Asset management giant Vanguard: The market has overestimated the pricing of the Federal Reserve's interest rate cuts

Wall Street currently expects the Federal Reserve to cut interest rates three to four times by the end of 2026. However, Vanguard believes that the "massive" spending boom on artificial intelligence infrastructure will drive strong growth in the U.S. economy, with the Federal Reserve only having one to two rate cuts in the future, and interest rates reaching neutral levels "by mid-next year."
Global asset management giant Vanguard believes that the "massive" spending boom on artificial intelligence infrastructure will drive strong growth in the U.S. economy, and the Federal Reserve's rate cuts will be far lower than Wall Street's expectations.
In a recent interview with the Financial Times, the company's head of fixed income, Sara Devereux, predicted that after two 25 basis point rate cuts this fall, the Federal Reserve will only cut rates one to two more times.

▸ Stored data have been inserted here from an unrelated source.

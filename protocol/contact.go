package protocol

// ContactFile is the name of the file in the data folder that tells local commands where the
// daemon is. It is there while a daemon runs, and after one was killed; a daemon that stopped in
// good order took it away.
const ContactFile = "contact.json"

// Contact is the content of the contact file. Control and Watch are the paths of the credential
// files of the two roles, relative ones from the folder of the contact file.
type Contact struct {
	URL     string `json:"url"`
	Bench   string `json:"bench"`
	Control string `json:"control"`
	Watch   string `json:"watch"`
}

// InboxPrefix is where a role receives answers. A client that acts as control may leave the
// usual "_INBOX"; one that acts as watch must set its own, so that no watcher reads what control
// is answered.
func InboxPrefix(role string) string {
	if role == WatchRole {
		return "_INBOX_watch"
	}
	return "_INBOX"
}

// The roles of the two credential files.
const (
	ControlRole = "control"
	WatchRole   = "watch"
)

This hawkish forecast sharply contrasts with market bets. Investors currently expect the Federal Reserve to cut rates three to four times by the end of 2026, while Devereux, who manages $2.8 trillion in assets, stated that "the market has over-priced the Federal Reserve's rate cuts." She anticipates that interest rates may reach neutral levels by "mid-next year."
Devereux noted that AI capital spending is expected to grow by about 8% this year, and this "significant growth" will support economic growth in 2026, thereby limiting the Federal Reserve's ability to ease policies without triggering inflation. Meanwhile, she warned that the corporate bond market faces oversupply pressure but believes that recent defaults are isolated incidents.

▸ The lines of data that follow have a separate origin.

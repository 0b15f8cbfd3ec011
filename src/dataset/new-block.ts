/** An empty block of rows, for readers to fill. */
import type { BlockRequest, SampleBlock, Shape } from "./dataset.ts";

/** Arrays that are not wanted are empty. */
export function newBlock(rows: number, shape: Shape, want: BlockRequest["want"]): SampleBlock {
  const samples = rows * shape.subbands * shape.channels * shape.polarizations;
  return {
    firstRow: 0,
    rows: 0,
    time: new Float64Array(rows),
    u: new Float64Array(rows),
    v: new Float64Array(rows),
    w: new Float64Array(rows),
    antenna1: new Int32Array(rows),
    antenna2: new Int32Array(rows),
    subarray: new Int32Array(rows),
    field: new Int32Array(rows),
    setup: new Int32Array(rows),
    integration: new Float32Array(rows),
    real: new Float32Array(want === "samples" ? samples : 0),
    imag: new Float32Array(want === "samples" ? samples : 0),
    weight: new Float32Array(want === "rows" ? 0 : samples),
  };
}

AI Spending Boom Reshapes Growth Expectations
Vanguard has significantly raised its U.S. GDP forecast based on the continued growth of AI infrastructure spending. Devereux stated that the company expects the U.S. economy to grow by 1.9% this year, but to accelerate to 2.25% by 2026.

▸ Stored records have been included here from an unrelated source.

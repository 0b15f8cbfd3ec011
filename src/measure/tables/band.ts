/** The measures along the band: `channel`, `subband` and `polarization`. */

import { median } from "../../util/statistics.ts";
import type { ChannelCounts } from "../channel-counts.ts";
import { fillMeasure, type MeasureForm, type Row } from "../fill-measure.ts";
import { CHANNEL, POLARIZATION, SUBBAND } from "../forms.ts";
import { BAD, FLAGGED, USABLE, ZERO } from "../prepared.ts";
import type { BareSurvey } from "../survey-result.ts";
import type { Measure } from "../table.ts";
import { Counts } from "./counts.ts";
import { parallelProducts } from "./products.ts";

/** Channels on either side that the running median looks at. */
const AROUND = 8;
/** Baselines whose levels make the medians of the whole array; more would not change them and cost time. */
const MOST_BASELINES = 2000;

/** Which samples of a row, by (subband, channel, polarization), a table's row is of. */
type Picks = (subband: number, channel: number, polarization: number) => boolean;

class Band {
  private readonly survey: BareSurvey;
  private readonly channels: ChannelCounts;
  readonly parallel: readonly boolean[];
  /** (subbands x channels x polarizations) medians over the baselines */
  private readonly amplitude: Float64Array;
  private readonly sigma: Float64Array;

  constructor(survey: BareSurvey, channels: ChannelCounts) {
    this.survey = survey;
    this.channels = channels;
    this.parallel = parallelProducts(survey.dataset.polarizations);
    this.amplitude = overBaselines(survey, survey.levels.median);
    this.sigma = overBaselines(survey, survey.levels.sigma);
  }

  /** Counts of the samples picked. */
  counts(picks: Picks): Counts {
    const counts = new Counts();
    this.each((s, c, p, at) => {
      if (!picks(s, c, p)) return;
      counts.usable += this.channels.of(USABLE, at);
      counts.flagged += this.channels.of(FLAGGED, at);
      counts.bad += this.channels.of(BAD, at);
      counts.zero += this.channels.of(ZERO, at);
    });
    return counts;
  }

  /** Medians of the levels picked; of the parallel hands alone unless a polarization is asked for. */
  levels(picks: Picks, allHands = false): { amplitude: number; sigma: number } {
    const amplitudes: number[] = [];
    const sigmas: number[] = [];
    this.each((s, c, p, at) => {
      if (!picks(s, c, p) || !(allHands || this.parallel[p])) return;
      amplitudes.push(this.amplitude[at]!);
      sigmas.push(this.sigma[at]!);
    });
    return { amplitude: median(amplitudes), sigma: median(sigmas) };
  }

  private each(visit: (s: number, c: number, p: number, at: number) => void): void {
    const { subbands, channels, polarizations } = this.survey.dataset.shape;
    let at = 0;
    for (let s = 0; s < subbands; s++) {
      for (let c = 0; c < channels; c++) {
        for (let p = 0; p < polarizations; p++) visit(s, c, p, at++);
      }
    }
  }
}

function overBaselines(survey: BareSurvey, values: Float32Array): Float64Array {
  const { subbands, channels, polarizations } = survey.dataset.shape;
  const each = subbands * channels * polarizations;
  const baselines = survey.baselines.length;
  const stride = Math.max(1, Math.ceil(baselines / MOST_BASELINES));
  const picked = Array.from({ length: Math.ceil(baselines / stride) }, (_, i) => i * stride);
  return Float64Array.from({ length: each }, (_, at) => median(picked.map((b) => values[b * each + at]!)));
}

interface Described {
  readonly key: Row;
  readonly counts: Counts;
  readonly amplitude: number;
  readonly sigma: number;
}

function rowsOf(described: readonly Described[]): Row[] {
  const typical = median(described.map(({ sigma }) => sigma));
  return described.map(({ key, counts, amplitude, sigma }) => ({
    ...key,
    ...counts.row,
    amplitude_median: amplitude,
    noise_sigma: sigma,
    noise_ratio: sigma / typical,
  }));
}

function plainMeasure(form: MeasureForm, described: readonly Described[]): Measure {
  return fillMeasure(form, rowsOf(described));
}

export function channelMeasure(survey: BareSurvey, counted: ChannelCounts): Measure {
  const { subbands, channels } = survey.dataset.shape;
  const band = new Band(survey, counted);
  const described = Array.from({ length: subbands * channels }, (_, i) => {
    const [subband, channel] = [Math.floor(i / channels), i % channels];
    const picks: Picks = (s, c) => s === subband && c === channel;
    const key = { subband, channel, frequency_hz: survey.dataset.setups[0]?.frequencies[i] ?? Number.NaN };
    return { key, counts: oneChannel(counted, survey, i), ...band.levels(picks) };
  });
  const amplitudes = described.map(({ amplitude }) => amplitude);
  const typicalFlagged = median(described.map(({ counts }) => counts.flaggedFraction));
  const rows = rowsOf(described).map((row, i) => ({
    ...row,
    flagged_beyond_typical: described[i]!.counts.flaggedFraction - typicalFlagged,
    amplitude_ratio: amplitudes[i]! / runningMedian(amplitudes, i, channels),
  }));
  return fillMeasure(CHANNEL, rows);
}

/** Counts of a channel, without looking at all the others. */
function oneChannel(counted: ChannelCounts, survey: BareSurvey, subbandChannel: number): Counts {
  const { polarizations } = survey.dataset.shape;
  const counts = new Counts();
  for (let p = 0; p < polarizations; p++) {
    const at = subbandChannel * polarizations + p;
    counts.usable += counted.of(USABLE, at);
    counts.flagged += counted.of(FLAGGED, at);
    counts.bad += counted.of(BAD, at);
    counts.zero += counted.of(ZERO, at);
  }
  return counts;
}

/** Median of the channels of the same sub-band around channel `i`, itself left out. */
function runningMedian(amplitudes: readonly number[], i: number, channels: number): number {
  const first = Math.floor(i / channels) * channels;
  const from = Math.max(first, i - AROUND);
  const to = Math.min(first + channels, i + AROUND + 1);
  return median([...amplitudes.slice(from, i), ...amplitudes.slice(i + 1, to)]);
}

export function subbandMeasure(survey: BareSurvey, counted: ChannelCounts): Measure {
  const band = new Band(survey, counted);
  const described = Array.from({ length: survey.dataset.shape.subbands }, (_, subband) => {
    const picks: Picks = (s) => s === subband;
    return { key: { subband }, counts: band.counts(picks), ...band.levels(picks) };
  });
  return plainMeasure(SUBBAND, described);
}

export function polarizationMeasure(survey: BareSurvey, counted: ChannelCounts): Measure {
  const band = new Band(survey, counted);
  const described = survey.dataset.polarizations.map((polarization, index) => {
    const picks: Picks = (_s, _c, p) => p === index;
    return { key: { polarization }, counts: band.counts(picks), ...band.levels(picks, true) };
  });
  const mean =
    described.reduce((sum, { amplitude }, p) => sum + (band.parallel[p] ? amplitude : 0), 0) /
    band.parallel.filter(Boolean).length;
  const rows = rowsOf(described).map((row, p) => ({
    ...row,
    parallel: band.parallel[p] ? 1 : 0,
    amplitude_ratio: band.parallel[p] ? described[p]!.amplitude / mean : Number.NaN,
  }));
  return fillMeasure(POLARIZATION, rows);
}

"I think the biggest takeaway from this earnings season may be AI capital spending," Devereux said, "We have significantly raised our GDP forecast primarily based on this." The company expects AI capital spending to remain near current high levels next year.
This optimistic outlook on AI spending contrasts with recent investor concerns about excessive gains in tech stocks. The tech-heavy Nasdaq Composite Index has fallen about 7% this month, and bonds issued by large tech companies have also declined.
Corporate Bond Market Faces Oversupply Challenges
Devereux warned that corporate bond prices may be impacted in the coming months as the market needs to digest a large volume of bond issuance from companies including Amazon, Meta, Alphabet, and Oracle. According to JP Morgan, corporate bond issuance is expected to reach $1.8 trillion by 2026.
"We have been overweighting credit bonds, but the degree of overweighting is below the average level during the cycle," Devereux stated, "Valuations are tight, and the supply is very, very large."
Despite facing supply pressures, Devereux believes that the recent bankruptcies of subprime auto finance company Tricolor and auto parts company First Brands may be isolated incidents and do not represent a broader market crisis. She stated, "We will see some defaults in the private credit space; this is a year of discipline and precision, not all boats will rise."